[Dataset records]
——————
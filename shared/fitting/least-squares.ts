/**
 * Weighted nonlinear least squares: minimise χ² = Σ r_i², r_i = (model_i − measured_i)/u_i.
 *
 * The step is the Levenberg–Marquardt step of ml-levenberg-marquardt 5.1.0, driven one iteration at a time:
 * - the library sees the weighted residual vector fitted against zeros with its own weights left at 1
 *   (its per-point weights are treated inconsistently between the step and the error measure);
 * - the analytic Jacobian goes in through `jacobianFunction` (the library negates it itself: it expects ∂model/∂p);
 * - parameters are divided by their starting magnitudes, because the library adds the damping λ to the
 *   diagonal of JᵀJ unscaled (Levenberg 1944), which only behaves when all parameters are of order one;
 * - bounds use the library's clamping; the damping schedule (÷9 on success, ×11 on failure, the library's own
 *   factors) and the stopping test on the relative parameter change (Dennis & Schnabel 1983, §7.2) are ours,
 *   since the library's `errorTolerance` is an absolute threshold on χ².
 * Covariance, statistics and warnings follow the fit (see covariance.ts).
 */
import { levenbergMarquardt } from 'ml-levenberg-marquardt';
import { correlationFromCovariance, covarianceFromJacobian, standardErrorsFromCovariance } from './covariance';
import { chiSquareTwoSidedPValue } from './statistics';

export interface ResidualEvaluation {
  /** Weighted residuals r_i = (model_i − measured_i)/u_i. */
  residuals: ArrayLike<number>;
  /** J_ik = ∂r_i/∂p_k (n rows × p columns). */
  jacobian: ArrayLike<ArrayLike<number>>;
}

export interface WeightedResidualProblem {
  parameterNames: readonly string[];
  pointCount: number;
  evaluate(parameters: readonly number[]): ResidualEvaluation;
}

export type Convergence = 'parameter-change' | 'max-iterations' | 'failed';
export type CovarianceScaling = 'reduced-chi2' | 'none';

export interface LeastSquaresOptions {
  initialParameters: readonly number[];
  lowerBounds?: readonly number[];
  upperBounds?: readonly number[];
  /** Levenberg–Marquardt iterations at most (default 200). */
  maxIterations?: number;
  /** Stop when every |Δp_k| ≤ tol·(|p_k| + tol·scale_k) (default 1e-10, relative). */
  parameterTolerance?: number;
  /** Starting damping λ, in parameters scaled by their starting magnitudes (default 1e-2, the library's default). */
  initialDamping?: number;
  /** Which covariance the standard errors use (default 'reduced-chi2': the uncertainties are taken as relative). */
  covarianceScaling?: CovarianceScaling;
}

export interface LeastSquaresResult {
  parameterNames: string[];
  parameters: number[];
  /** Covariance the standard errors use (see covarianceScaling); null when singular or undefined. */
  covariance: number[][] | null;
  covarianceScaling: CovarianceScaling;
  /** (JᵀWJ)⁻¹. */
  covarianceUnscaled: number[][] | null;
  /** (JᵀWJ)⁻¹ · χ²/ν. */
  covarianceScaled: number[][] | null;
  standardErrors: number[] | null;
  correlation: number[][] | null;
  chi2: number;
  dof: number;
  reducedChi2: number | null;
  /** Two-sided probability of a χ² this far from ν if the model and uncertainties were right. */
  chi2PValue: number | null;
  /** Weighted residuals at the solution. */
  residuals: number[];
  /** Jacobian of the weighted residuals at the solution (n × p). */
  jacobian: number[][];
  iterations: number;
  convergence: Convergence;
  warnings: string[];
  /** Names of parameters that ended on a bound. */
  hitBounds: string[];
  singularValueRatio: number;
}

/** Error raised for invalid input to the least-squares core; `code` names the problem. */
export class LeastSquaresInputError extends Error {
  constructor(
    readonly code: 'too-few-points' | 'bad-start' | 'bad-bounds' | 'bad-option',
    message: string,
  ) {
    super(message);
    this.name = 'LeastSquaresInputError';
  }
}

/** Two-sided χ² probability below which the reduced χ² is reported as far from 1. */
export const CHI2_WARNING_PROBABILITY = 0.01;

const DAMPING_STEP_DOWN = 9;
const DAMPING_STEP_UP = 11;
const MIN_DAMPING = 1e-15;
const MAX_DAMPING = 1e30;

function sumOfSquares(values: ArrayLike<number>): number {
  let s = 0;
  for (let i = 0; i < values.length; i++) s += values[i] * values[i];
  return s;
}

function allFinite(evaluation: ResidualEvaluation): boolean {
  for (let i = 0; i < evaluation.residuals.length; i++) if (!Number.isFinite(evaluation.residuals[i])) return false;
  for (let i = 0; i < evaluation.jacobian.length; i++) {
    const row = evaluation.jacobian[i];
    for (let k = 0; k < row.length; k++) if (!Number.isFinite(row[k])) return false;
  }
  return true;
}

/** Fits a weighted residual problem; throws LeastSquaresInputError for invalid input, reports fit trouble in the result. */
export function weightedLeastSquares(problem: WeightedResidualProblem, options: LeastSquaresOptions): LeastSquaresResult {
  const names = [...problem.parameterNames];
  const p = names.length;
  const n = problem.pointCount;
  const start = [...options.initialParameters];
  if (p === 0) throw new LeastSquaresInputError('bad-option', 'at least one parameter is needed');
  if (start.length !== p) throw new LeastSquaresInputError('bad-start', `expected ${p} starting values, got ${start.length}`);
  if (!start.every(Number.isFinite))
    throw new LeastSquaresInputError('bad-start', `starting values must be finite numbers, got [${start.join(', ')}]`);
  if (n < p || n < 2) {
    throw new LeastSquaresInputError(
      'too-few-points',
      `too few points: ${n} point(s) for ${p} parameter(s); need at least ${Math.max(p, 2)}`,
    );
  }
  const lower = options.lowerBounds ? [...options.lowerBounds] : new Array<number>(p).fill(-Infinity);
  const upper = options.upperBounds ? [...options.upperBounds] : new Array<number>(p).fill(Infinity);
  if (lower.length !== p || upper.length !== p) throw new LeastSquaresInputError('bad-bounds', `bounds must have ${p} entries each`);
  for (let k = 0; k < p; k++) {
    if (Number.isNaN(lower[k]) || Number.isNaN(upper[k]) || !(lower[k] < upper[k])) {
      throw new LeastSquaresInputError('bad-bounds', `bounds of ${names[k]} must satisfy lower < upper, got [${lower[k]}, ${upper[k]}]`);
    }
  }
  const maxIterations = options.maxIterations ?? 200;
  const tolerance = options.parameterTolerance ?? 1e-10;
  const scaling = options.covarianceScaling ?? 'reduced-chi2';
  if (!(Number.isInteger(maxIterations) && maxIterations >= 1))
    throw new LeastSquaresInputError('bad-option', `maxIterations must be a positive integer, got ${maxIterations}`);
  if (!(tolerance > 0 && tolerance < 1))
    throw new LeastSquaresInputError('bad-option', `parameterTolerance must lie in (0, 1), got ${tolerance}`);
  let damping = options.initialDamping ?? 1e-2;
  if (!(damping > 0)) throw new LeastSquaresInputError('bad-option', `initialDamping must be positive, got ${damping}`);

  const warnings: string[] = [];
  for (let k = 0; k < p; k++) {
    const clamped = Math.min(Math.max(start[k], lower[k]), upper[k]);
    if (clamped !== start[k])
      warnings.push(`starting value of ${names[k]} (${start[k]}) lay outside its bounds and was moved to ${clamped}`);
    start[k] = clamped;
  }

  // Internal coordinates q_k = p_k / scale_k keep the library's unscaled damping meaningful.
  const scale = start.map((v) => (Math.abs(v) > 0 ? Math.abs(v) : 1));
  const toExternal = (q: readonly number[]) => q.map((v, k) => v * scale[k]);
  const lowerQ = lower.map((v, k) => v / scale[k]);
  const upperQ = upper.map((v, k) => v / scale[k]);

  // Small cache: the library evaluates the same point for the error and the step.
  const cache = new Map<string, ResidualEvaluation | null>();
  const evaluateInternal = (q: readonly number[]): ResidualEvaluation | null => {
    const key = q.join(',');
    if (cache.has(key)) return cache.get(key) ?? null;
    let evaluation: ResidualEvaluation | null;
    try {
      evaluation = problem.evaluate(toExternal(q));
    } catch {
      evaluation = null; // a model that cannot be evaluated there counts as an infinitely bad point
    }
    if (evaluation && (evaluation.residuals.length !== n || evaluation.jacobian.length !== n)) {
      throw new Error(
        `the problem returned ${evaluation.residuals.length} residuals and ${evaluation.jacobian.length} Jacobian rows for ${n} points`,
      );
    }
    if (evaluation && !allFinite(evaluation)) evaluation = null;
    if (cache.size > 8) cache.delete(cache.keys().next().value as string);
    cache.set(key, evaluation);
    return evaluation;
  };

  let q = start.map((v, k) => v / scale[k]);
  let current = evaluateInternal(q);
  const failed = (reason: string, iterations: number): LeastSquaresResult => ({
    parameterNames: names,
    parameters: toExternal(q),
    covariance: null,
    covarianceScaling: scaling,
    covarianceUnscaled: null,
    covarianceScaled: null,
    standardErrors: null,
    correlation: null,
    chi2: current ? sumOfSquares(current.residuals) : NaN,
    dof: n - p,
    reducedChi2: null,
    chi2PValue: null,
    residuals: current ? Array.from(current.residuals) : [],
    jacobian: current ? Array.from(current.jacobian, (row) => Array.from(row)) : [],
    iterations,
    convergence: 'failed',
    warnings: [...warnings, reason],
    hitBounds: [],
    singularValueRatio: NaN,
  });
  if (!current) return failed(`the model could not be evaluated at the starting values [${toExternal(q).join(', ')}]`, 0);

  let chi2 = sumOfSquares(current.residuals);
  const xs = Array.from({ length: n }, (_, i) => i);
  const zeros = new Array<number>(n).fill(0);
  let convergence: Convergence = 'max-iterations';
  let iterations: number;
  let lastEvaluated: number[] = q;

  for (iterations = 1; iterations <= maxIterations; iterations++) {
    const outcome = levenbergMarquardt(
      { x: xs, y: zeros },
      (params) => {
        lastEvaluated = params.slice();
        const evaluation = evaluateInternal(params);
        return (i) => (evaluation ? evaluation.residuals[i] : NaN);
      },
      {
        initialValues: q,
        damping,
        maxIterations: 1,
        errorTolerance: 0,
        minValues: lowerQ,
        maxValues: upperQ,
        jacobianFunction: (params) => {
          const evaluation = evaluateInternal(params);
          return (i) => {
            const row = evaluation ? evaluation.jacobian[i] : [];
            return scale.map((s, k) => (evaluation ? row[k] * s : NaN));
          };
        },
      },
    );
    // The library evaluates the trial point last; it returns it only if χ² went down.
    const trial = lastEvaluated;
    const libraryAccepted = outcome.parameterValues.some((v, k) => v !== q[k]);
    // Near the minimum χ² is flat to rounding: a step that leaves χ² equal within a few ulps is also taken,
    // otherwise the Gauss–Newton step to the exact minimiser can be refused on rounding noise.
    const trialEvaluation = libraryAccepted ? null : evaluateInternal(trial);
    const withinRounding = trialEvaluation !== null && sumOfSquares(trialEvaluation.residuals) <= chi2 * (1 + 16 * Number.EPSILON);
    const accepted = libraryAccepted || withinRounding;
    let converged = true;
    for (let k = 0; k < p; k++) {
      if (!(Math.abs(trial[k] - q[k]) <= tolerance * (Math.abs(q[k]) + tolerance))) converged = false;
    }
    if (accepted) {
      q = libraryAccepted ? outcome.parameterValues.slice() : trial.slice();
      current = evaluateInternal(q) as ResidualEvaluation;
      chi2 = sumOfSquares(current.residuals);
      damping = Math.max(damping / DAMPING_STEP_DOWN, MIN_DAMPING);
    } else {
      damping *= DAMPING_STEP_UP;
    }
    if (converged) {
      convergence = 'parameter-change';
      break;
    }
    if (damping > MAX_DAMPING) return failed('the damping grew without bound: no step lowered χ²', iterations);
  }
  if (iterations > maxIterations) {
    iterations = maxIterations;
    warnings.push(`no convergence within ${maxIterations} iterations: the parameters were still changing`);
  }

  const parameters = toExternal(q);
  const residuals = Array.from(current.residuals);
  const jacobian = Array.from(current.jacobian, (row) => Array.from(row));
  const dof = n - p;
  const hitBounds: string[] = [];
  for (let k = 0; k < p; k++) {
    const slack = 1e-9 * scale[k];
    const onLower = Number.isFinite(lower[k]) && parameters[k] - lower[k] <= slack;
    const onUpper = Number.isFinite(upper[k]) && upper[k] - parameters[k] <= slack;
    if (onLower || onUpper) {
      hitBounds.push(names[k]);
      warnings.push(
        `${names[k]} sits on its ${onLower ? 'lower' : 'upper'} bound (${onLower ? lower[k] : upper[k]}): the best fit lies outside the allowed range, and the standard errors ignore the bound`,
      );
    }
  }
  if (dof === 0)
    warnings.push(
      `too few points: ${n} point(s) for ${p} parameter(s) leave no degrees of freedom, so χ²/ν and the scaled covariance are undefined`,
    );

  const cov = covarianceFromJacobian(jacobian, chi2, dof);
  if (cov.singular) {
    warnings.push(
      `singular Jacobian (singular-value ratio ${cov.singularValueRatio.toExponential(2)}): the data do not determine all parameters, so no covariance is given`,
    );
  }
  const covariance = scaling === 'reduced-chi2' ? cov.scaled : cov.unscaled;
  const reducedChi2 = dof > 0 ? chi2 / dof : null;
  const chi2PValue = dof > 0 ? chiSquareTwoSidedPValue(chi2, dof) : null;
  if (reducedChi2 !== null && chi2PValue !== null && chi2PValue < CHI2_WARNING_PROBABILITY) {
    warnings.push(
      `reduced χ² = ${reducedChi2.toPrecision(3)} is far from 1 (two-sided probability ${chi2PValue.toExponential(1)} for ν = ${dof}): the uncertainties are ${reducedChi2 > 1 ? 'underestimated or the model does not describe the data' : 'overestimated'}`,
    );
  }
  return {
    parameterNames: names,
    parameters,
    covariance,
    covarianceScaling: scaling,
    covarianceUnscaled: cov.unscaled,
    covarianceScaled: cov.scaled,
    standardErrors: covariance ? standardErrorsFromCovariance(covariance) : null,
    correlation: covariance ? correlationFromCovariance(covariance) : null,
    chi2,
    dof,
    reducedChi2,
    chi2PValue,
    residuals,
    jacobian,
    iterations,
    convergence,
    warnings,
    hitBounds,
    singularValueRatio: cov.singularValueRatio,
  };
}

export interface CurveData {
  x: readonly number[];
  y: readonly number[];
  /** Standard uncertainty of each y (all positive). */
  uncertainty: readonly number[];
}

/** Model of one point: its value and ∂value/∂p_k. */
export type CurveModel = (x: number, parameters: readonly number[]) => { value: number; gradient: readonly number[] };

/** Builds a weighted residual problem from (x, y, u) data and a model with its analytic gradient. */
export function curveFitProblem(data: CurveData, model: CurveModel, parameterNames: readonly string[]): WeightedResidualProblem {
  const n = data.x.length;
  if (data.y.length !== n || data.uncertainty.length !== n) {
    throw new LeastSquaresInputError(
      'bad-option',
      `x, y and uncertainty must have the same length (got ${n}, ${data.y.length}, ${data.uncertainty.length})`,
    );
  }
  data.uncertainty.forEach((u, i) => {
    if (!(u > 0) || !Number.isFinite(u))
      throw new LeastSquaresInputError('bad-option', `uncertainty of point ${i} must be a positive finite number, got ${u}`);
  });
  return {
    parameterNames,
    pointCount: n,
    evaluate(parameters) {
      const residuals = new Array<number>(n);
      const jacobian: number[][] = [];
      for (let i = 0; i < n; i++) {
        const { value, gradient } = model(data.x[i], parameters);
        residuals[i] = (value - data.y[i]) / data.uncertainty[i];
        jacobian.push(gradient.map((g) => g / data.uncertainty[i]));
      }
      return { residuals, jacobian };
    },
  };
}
——————
Task. Begin at the line above that has "readonly code: 'too-few-points'" and stop after the line that has "function allFinite(evaluation: ResidualEvaluation): boolean", copying each line exactly and adding nothing else.

Response.
    readonly code: 'too-few-points' | 'bad-start' | 'bad-bounds' | 'bad-option',
    message: string,
  ) {
    super(message);
    this.name = 'LeastSquaresInputError';
  }
}

/** Two-sided χ² probability below which the reduced χ² is reported as far from 1. */
export const CHI2_WARNING_PROBABILITY = 0.01;

const DAMPING_STEP_DOWN = 9;
const DAMPING_STEP_UP = 11;
const MIN_DAMPING = 1e-15;
const MAX_DAMPING = 1e30;

function sumOfSquares(values: ArrayLike<number>): number {
  let s = 0;
  for (let i = 0; i < values.length; i++) s += values[i] * values[i];
  return s;
}

function allFinite(evaluation: ResidualEvaluation): boolean {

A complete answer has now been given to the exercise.